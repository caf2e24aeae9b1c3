/**
 * The strict number of a cell: the whole cell, decimal or scientific, nothing else. Written out because `parseFloat`
 * takes `1.2.3` for 1.2, and `Number` takes an empty cell for 0 and `0x10` for 16; and because a million sites are
 * read faster this way.
 */
const POINT = 46
const COMMA = 44

const POWERS_OF_TEN = Float64Array.from({ length: 23 }, (_, n) => Number(`1e${n}`))

export type DecimalMark = '.' | ','

export function decimalCode(mark: DecimalMark): number {
  return mark === ',' ? COMMA : POINT
}

function isSpace(code: number): boolean {
  return code === 32 || code === 9 || code === 13 || code === 10 || code === 0xa0 || code === 0xfeff
}

/**
 * The cell's number times 10^shift, NaN if the cell isn't a number. The shift moves the decimal point before
 * rounding, so that a cell in mV gives the very double that the same value written in V gives.
 *
 * Accuracy: correctly rounded. Up to 15 digits and a power of ten to 22 the mantissa and the power are exact doubles
 * and one operation rounds once (W. D. Clinger, "How to read floating point numbers accurately", PLDI 1990, 92-101);
 * all else goes through `Number`.
 */
export function parseNumber(cell: string, decimal: number, shift: number): number {
  let at = 0
  let end = cell.length
  while (at < end && isSpace(cell.charCodeAt(at))) at++
  while (end > at && isSpace(cell.charCodeAt(end - 1))) end--
  const begin = at
  let code = at < end ? cell.charCodeAt(at) : 0
  const negative = code === 45 || code === 0x2212
  if (negative || code === 43) at++
  let mantissa = 0
  let digits = 0
  let significant = 0
  let fraction = 0
  let seenMark = false
  for (; at < end; at++) {
    code = cell.charCodeAt(at)
    if (code >= 48 && code <= 57) {
      digits++
      if (significant > 0 || code !== 48) significant++
      if (significant <= 15) mantissa = mantissa * 10 + (code - 48)
      if (seenMark) fraction++
    } else if (code === decimal && !seenMark) seenMark = true
    else break
  }
  if (digits === 0) return NaN
  let exponent = 0
  if (at < end) {
    exponent = parseExponent(cell, at, end)
    if (exponent !== exponent) return NaN
  }
  const power = exponent - fraction + shift
  if (significant > 15 || power > 22 || power < -22) return parseLong(cell.slice(begin, end), shift)
  const value = power < 0 ? mantissa / POWERS_OF_TEN[-power] : mantissa * POWERS_OF_TEN[power]
  return negative ? -value : value
}

/** NaN unless `cell` from `at` to `end` is an `e`, an optional sign and one to four digits. */
function parseExponent(cell: string, at: number, end: number): number {
  if ((cell.charCodeAt(at) | 32) !== 101) return NaN
  at++
  let sign = 1
  const first = cell.charCodeAt(at)
  if (first === 43 || first === 45 || first === 0x2212) {
    if (first !== 43) sign = -1
    at++
  }
  if (at >= end || end - at > 4) return NaN
  let exponent = 0
  for (; at < end; at++) {
    const digit = cell.charCodeAt(at) - 48
    if (!(digit >= 0 && digit <= 9)) return NaN
    exponent = exponent * 10 + digit
  }
  return sign * exponent
}

/** For many digits or large powers; the form was checked already. NaN if it is too large for a double. */
function parseLong(text: string, shift: number): number {
  const plain = text.replace(',', '.').replace(/\u2212/g, '-')
  const [mantissa = '', exponent = '0'] = plain.toLowerCase().split('e')
  const value = Number(`${mantissa}e${Number(exponent) + shift}`)
  return Number.isFinite(value) ? value : NaN
}

export function isBlank(cell: string): boolean {
  for (let at = 0; at < cell.length; at++) if (!isSpace(cell.charCodeAt(at))) return false
  return true
}

/** Why a cell that `parseNumber` refused isn't a number, in words. */
export function explainNumber(cell: string, mark: DecimalMark): string {
  const text = cell.trim().slice(0, 100)
  const other = mark === '.' ? ',' : '.'
  if (text === '') return 'is empty'
  if (/^[+-]?\d{1,3}([.,' \u00a0\u202f])\d{3}(\1\d{3})*([.,]\d+)?$/.test(text) && text.includes(other)) {
    return `has a thousands separator, or another decimal mark than this file's "${mark}"`
  }
  if (/^[+-]?\d{1,3}([' \u00a0\u202f]\d{3})+([.,]\d+)?$/.test(text)) return 'has a thousands separator'
  if (/^[+-]?\d*[.,]\d*(e[+-]?\d+)?$/i.test(text))
    return `has the decimal mark "${other}" where this file uses "${mark}"`
  if (/^[+-]?nan$/i.test(text)) return 'is NaN, no measured value'
  if (/^[+-]?(inf|infinity|∞|1\.#inf)$/i.test(text)) return 'is infinite'
  if (/^[+-]?\d+([.,]\d+)?e[+-]?\d+$/i.test(text)) return 'is too large a number'
  if (/^(ovld|ovl|ovf|o\.?l\.?|over(load|flow|range)?|\+?9\.9+e\+?37)$/i.test(text))
    return 'is an overload mark of the meter'
  if (/^-+$/.test(text)) return 'is a dash, no measured value'
  return 'is not a number'
}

EXERCISE AIM
Reproduce exactly, and only, the part of the listing above that begins at the line with "const digit = cell.charCodeAt(at) - 48" and goes on through the line with "a double. */".

ANSWER FOR THIS EXERCISE
    const digit = cell.charCodeAt(at) - 48
    if (!(digit >= 0 && digit <= 9)) return NaN
    exponent = exponent * 10 + digit
  }
  return sign * exponent
}

/** For many digits or large powers; the form was checked already. NaN if it is too large for a double. */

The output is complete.